No hizo falta. Llegamos a la emergencia
y se armó tremendo jaleo. A los pocos minutos de entrar, abrí la puerta vaivén
adonde la habían llevado en una camilla y ahí estaban: el joven padre, mi
hermana de espaldas, las rodillas flexionadas, alzando al bebé, un renacuajo
alargado color morado unido a ella por un grueso piolín como un barrilete.
Como en Hollywood, llegamos al borde
mismo del borde mismo de la llegada del sujeto maravilloso, que sigue siendo,
hasta hoy, un tipo apurado. Cualidad que lo ha convertido, entre otras cosas,
en un golero asombroso, pesadilla de cualquier delantero, que atrapa la pelota
con la destreza entrenada de esa prisa por llegar que trae desde nacido.
Esa mujer me enseñó todo sobre ser
madre; su hijo -que masticaba mi celular-ladrillo, rompía mis libros y hacía
de mí lo que quería- fue mi primer maestro Jedi, mi Qui-Gon Jinn. Por ese gurí aprendí todas las señas y muestras de los trucos que hay que saber y no
están en ningún libro. Por ella supe lo que hace falta para lograr mantener a
un ser humano con vida, contento y medianamente civilizado.
Mi hermanita cumple 39. La pequeña
caníbal que quería devorarme por amor. La que se hizo obrero de la constru
conmigo para limpiar, rasquetear y derrocar décadas de abandono en las paredes
y los pisos de mi primer apartamento. La que en cada uno de sus pacientes ve a
un ser humano irreemplazable. La primera heredera del elfo de oro del clan
ultra secreto. La persona adulta con quien más me río. La que me alcanza los
anteojos de ver lo mejor de mí. La que me acompaña cuando meto la pata y me
señala el agujero cuando estoy a punto de volver a meterla.

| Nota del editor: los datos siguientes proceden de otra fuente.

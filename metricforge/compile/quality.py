"""Data quality counted in the one scan: unit_rows columns and the `data_quality` result.

A value expression (sum and mean metrics) is used only when its result is a finite number
of magnitude below ``VALUE_LIMIT``; NaN, infinite and larger values are left out as if
missing (an exact DECIMAL(38, 10) sum of values below 1e18 cannot overflow). The scan
counts, per unit, in the experiment window:

  dq_duplicate_exposures     exposure rows that repeat another row of the unit exactly
                             (same variant and time) inside the experiment's dates
  dq_ignored_<metric>        matching events whose value was NaN, infinite or too large
  dq_negative_<metric>       matching events whose (used) value was below zero

The result query ``data_quality`` sums them per variant, with the units that have no
event in their window. Nothing here reads the events a second time.
"""

from __future__ import annotations

import sqlglot.expressions as exp

from metricforge.spec.model import Kind, MetricDef, Plan

VALUE_LIMIT = 1e18
DUPLICATE_EXPOSURES = "dq_duplicate_exposures"
UNITS_WITHOUT_EVENTS = "units_without_events"


def ignored_column(metric: str) -> str:
    return f"dq_ignored_{metric}"


def negative_column(metric: str) -> str:
    return f"dq_negative_{metric}"


def has_value(metric: MetricDef) -> bool:
    return metric.kind in (Kind.SUM, Kind.MEAN)


def usable(value: exp.Expr) -> exp.Expr:
    """True when ``value`` is finite and below the limit; false for NULL, NaN and ±inf.

    NaN compares greater than every number in DuckDB and Spark, and false under IEEE
    rules, so one comparison of the magnitude covers NaN, both infinities and the limit.
    """
    magnitude = exp.Abs(this=exp.cast(value.copy(), "DOUBLE"))
    return exp.paren(magnitude < exp.Literal.number(repr(VALUE_LIMIT)))


def value_checks(cond: exp.Expr, value: exp.Expr, metric: MetricDef) -> list[tuple[str, exp.Expr]]:
    """Session-level counts of ignored and negative values: (column, condition)."""
    wrapped = exp.paren(value.copy())
    ignored = exp.and_(cond.copy(), wrapped.is_(exp.null()).not_(), usable(value).not_())
    negative = exp.and_(cond.copy(), usable(value), wrapped.copy() < exp.Literal.number(0))
    return [
        (ignored_column(metric.name), ignored),
        (negative_column(metric.name), negative),
    ]


def unit_columns(plan: Plan) -> list[str]:
    """The data-quality columns of ``unit_rows`` (besides the duplicate exposures)."""
    out: list[str] = []
    for metric in plan.metrics:
        if has_value(metric):
            out += [ignored_column(metric.name), negative_column(metric.name)]
    return out


def data_quality_query(plan: Plan, table: str) -> exp.Select:
    """Per variant: exposed units, units without events and the summed counts."""

    def total(column: str) -> exp.Expr:
        return exp.alias_(exp.cast(exp.Sum(this=exp.column(column)), "BIGINT"), column)

    no_events = exp.Case().when(
        exp.column("n_events").eq(exp.Literal.number(0)), exp.Literal.number(1)
    )
    select = exp.select(
        exp.column("variant"),
        exp.alias_(exp.Count(this=exp.Star()), "units"),
        exp.alias_(
            exp.cast(exp.Sum(this=no_events.else_(exp.Literal.number(0))), "BIGINT"),
            UNITS_WITHOUT_EVENTS,
        ),
        total(DUPLICATE_EXPOSURES),
    )
    for column in unit_columns(plan):
        select = select.select(total(column))
    return select.from_(table).group_by(exp.column("variant")).order_by(exp.column("variant"))
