def _check_node(node: exp.Expr, columns: Mapping[str, str], fail: Fail) -> None:
    if node.comments:
        raise fail("comments are not allowed in expressions")
    kind = type(node)
    if kind in _FUNCTIONS:
        _check_args(node, _FUNCTIONS[kind][1], fail)
        if isinstance(node, exp.Round) and node.args.get("decimals") is not None:
            digits = node.args["decimals"]
            if not (
                isinstance(digits, exp.Literal)
                and not digits.is_string
                and digits.this.isdigit()
                and int(digits.this) <= MAX_ROUND_DIGITS
            ):
                raise fail(f"round's digits must be a whole number from 0 to {MAX_ROUND_DIGITS}")
        return
    if kind not in _NODES:
        if isinstance(node, exp.Func):
            name = _name_of(node)
            raise fail(
                f"function '{name}' is not allowed; allowed: {', '.join(ALLOWED_FUNCTION_NAMES)}",
                closest(name, ALLOWED_FUNCTION_NAMES),
            )
        raise fail(f"'{node.sql(dialect='duckdb')[:60]}' ({kind.__name__}) is not allowed")
    if isinstance(node, exp.Column) and (
        node.table or node.args.get("db") or node.args.get("catalog")
    ):
        raise fail(f"column '{node.sql()[:60]}' must be a bare column name")
    if isinstance(node, exp.In) and (node.args.get("query") or node.args.get("unnest")):
        raise fail("IN accepts only a list of literals")
    _check_args(node, _NODES[kind], fail)
    parent = node.parent
    if isinstance(node, exp.Identifier) and not isinstance(parent, exp.Column):
        raise fail(f"name '{node.name}' is not allowed here")
    if isinstance(node, exp.DataType) and not (
        isinstance(parent, exp.Cast) and node.arg_key == "to"
    ):
        raise fail(f"type '{node.sql()}' is not allowed here")
    if isinstance(node, exp.Column):
        name = node.name
        if not isinstance(node.this, exp.Identifier):
            raise fail(f"'{node.sql()[:60]}' is not a column name")
        if name not in columns:
            raise fail(f"unknown column '{name}'", closest(name, columns))
    elif isinstance(node, exp.Literal):
        _check_literal(node, fail)
    elif isinstance(node, exp.In):
        for item in node.expressions:
            if not _is_constant(item):
                raise fail("IN accepts only a list of literals")
    elif isinstance(node, exp.Like | exp.ILike):
        pattern = node.expression
        if not (isinstance(pattern, exp.Literal) and pattern.is_string):
            raise fail("a LIKE pattern must be a string literal")
        wildcards = sum(pattern.this.count(ch) for ch in "%_")
        if wildcards > MAX_LIKE_WILDCARDS:
            raise fail(f"a LIKE pattern may hold at most {MAX_LIKE_WILDCARDS} wildcards (% or _)")
    elif isinstance(node, exp.Cast):
        target = node.to
        if type(target) is not exp.DataType or target.this not in _CASTS:
            raise fail(f"cast to {target.sql()} is not allowed")


def _check_literal(node: exp.Literal, fail: Fail) -> None:
    text = str(node.this)
    if node.is_string:
        if len(text) > MAX_STRING_LITERAL:
            raise fail(f"literal longer than {MAX_STRING_LITERAL} characters")
        return
    if len(text) > MAX_NUMBER_LITERAL:
        raise fail(f"literal longer than {MAX_NUMBER_LITERAL} characters")
    try:
        number = float(text)
    except ValueError:
        raise fail(f"'{text}' is not a number") from None
    if not (math.isfinite(number) and abs(number) <= MAX_NUMBER):
        raise fail(f"number {text} is out of range (at most {MAX_NUMBER:.0e} in size)")


def _is_constant(node: exp.Expr) -> bool:
    if isinstance(node, exp.Neg):
        node = node.this
    return isinstance(node, exp.Literal | exp.Null | exp.Boolean)


# -- the type check ----------------------------------------------------------------------


def _unify(kinds: list[str], what: str, fail: Fail) -> str:
    known = sorted({k for k in kinds if k != "null"})
    if len(known) > 1:
        raise fail(f"{what} mixes {' and '.join(known)}")
    return known[0] if known else "null"


def _comparable(left: exp.Expr, right: exp.Expr, columns: Mapping[str, str], fail: Fail) -> None:
    a, b = _type_of(left, columns, fail), _type_of(right, columns, fail)
    if "null" in (a, b) or a == b:
        return
    # A timestamp may be compared with a literal date-time such as '2026-09-15 00:00:00'.
    for kind, node in ((a, left), (b, right)):
        other = b if node is left else a
        if (
            kind == "string"
            and other == "timestamp"
            and isinstance(node, exp.Literal)
            and node.is_string
        ):
            return
    raise fail(
        f"cannot compare a {a} with a {b}: '{left.parent.sql()[:60] if left.parent else ''}'"
    )


def _need(node: exp.Expr, kind: str, columns: Mapping[str, str], fail: Fail) -> None:
    got = _type_of(node, columns, fail)
    if got not in (kind, "null"):
        raise fail(f"'{node.sql()[:60]}' is a {got}, expected a {kind}")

Lloró cada vez que me fui. Y aquí
estamos, rompiendo las reglas de la geografía para extender el barrio, esa
única patria sin vanagloria. Que dos barrios tengo, como dos besos, uno en cada
mejilla del Plata.
La llamo y le digo que prepare la pista
para el avión invisible y que tenga a mano el lazo de la verdad porque la
charla va para largo y viene de confesiones. Le pido que vaya aprontando el
mate, que llego en un rato. Mientras, le escribo estas líneas para recordarle
una vez más que yo la inventé, y darle las gracias por creer en mí, y hacerme
creer que puedo volver a inventarme todas las veces que quiera.